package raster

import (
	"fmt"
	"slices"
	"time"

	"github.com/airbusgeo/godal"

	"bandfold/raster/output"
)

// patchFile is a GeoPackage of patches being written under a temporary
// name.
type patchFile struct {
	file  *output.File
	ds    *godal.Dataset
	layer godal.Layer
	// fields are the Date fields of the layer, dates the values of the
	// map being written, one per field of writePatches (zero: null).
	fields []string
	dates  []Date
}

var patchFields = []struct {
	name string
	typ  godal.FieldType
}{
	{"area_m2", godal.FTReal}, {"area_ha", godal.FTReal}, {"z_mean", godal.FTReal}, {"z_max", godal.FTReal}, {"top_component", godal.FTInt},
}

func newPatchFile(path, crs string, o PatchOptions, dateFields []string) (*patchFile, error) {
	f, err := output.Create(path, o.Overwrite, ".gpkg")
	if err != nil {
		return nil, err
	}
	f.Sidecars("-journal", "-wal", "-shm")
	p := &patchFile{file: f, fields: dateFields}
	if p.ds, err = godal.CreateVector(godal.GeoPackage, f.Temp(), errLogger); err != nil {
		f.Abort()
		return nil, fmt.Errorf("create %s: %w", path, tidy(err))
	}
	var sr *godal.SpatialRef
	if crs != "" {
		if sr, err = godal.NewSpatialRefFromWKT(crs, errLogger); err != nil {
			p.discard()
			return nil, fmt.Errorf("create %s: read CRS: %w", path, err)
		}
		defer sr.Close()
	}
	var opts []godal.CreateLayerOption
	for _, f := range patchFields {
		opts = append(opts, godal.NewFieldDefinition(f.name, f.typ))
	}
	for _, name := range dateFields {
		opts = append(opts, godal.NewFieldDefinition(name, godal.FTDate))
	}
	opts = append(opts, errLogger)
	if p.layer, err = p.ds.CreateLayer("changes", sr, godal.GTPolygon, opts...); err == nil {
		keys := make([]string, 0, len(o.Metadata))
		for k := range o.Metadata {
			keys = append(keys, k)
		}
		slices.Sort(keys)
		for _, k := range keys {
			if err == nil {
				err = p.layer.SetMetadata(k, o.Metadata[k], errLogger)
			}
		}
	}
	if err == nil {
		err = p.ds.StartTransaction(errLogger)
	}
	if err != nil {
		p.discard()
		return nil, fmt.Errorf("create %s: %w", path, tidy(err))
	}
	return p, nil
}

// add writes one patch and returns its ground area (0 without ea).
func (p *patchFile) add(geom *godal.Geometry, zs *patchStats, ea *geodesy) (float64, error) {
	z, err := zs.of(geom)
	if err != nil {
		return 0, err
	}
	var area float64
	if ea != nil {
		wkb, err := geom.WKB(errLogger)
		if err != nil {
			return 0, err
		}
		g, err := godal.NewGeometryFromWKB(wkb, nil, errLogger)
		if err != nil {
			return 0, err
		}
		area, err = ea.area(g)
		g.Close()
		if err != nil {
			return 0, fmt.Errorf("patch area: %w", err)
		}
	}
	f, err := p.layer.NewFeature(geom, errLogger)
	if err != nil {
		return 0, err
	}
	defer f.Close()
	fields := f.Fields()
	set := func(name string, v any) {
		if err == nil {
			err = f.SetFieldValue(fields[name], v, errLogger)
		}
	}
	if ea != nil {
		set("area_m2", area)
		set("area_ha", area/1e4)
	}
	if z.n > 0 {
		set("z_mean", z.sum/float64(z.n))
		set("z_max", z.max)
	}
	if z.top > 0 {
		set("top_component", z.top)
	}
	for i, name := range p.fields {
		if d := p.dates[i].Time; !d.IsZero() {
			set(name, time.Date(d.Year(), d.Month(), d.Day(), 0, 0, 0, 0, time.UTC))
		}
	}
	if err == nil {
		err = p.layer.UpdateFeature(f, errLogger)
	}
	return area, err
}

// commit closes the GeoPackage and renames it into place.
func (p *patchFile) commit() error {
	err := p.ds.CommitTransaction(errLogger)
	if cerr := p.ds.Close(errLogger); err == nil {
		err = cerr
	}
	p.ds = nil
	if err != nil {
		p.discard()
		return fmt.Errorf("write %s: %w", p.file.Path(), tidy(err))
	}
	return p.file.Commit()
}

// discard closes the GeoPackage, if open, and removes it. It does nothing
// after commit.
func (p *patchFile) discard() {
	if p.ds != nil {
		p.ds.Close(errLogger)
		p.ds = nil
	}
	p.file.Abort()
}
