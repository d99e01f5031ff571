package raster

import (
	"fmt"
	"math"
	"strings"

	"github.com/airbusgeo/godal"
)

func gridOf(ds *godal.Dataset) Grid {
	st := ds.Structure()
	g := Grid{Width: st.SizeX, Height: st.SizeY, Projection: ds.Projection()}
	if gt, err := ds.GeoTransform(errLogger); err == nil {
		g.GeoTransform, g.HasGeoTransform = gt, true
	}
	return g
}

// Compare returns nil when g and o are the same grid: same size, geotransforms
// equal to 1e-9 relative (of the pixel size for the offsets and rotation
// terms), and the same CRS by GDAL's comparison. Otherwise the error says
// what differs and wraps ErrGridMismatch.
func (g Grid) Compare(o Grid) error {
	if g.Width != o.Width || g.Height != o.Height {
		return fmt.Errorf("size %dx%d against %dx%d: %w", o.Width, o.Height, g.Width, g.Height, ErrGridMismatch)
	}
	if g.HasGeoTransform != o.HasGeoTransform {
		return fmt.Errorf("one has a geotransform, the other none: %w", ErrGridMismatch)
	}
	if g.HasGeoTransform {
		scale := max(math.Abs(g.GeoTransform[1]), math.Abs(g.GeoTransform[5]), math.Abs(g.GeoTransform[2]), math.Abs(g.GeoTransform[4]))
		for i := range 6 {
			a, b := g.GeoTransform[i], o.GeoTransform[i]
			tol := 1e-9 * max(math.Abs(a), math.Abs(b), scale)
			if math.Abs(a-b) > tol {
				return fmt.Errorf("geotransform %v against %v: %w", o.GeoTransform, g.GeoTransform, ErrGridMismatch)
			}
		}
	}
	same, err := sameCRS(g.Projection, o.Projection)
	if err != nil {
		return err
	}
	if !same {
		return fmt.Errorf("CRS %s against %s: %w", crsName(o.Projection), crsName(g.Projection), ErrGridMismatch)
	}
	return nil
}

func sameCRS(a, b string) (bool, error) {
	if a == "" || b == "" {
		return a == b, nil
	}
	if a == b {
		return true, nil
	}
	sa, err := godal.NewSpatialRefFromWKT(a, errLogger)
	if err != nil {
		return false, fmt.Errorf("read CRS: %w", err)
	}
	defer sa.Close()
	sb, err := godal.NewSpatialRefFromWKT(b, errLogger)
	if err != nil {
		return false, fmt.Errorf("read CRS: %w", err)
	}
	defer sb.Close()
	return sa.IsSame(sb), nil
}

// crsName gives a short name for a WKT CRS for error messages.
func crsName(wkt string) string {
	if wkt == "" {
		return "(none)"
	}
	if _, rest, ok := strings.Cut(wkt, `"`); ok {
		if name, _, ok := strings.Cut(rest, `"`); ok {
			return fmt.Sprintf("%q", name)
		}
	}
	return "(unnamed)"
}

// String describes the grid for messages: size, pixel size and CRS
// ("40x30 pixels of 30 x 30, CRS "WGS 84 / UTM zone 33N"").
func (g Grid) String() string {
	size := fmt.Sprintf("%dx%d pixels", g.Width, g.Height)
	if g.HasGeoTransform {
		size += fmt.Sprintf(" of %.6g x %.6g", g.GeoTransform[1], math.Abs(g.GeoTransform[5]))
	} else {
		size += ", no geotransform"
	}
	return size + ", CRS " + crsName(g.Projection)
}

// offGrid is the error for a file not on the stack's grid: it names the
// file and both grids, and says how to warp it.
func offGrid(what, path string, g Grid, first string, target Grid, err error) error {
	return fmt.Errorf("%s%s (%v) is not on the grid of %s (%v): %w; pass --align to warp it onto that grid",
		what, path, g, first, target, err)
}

☆ ☆ ☆ ☆

**WHAT THE TASK REQUIRES**
Each line in the entries above, starting at the line with "tol := 1e-9" and ending at the line with "func sameCRS(a, b", is to be printed exactly, and only those lines.

**WRITTEN ANSWER**
			tol := 1e-9 * max(math.Abs(a), math.Abs(b), scale)
			if math.Abs(a-b) > tol {
				return fmt.Errorf("geotransform %v against %v: %w", o.GeoTransform, g.GeoTransform, ErrGridMismatch)
			}
		}
	}
	same, err := sameCRS(g.Projection, o.Projection)
	if err != nil {
		return err
	}
	if !same {
		return fmt.Errorf("CRS %s against %s: %w", crsName(o.Projection), crsName(g.Projection), ErrGridMismatch)
	}
	return nil
}

func sameCRS(a, b string) (bool, error) {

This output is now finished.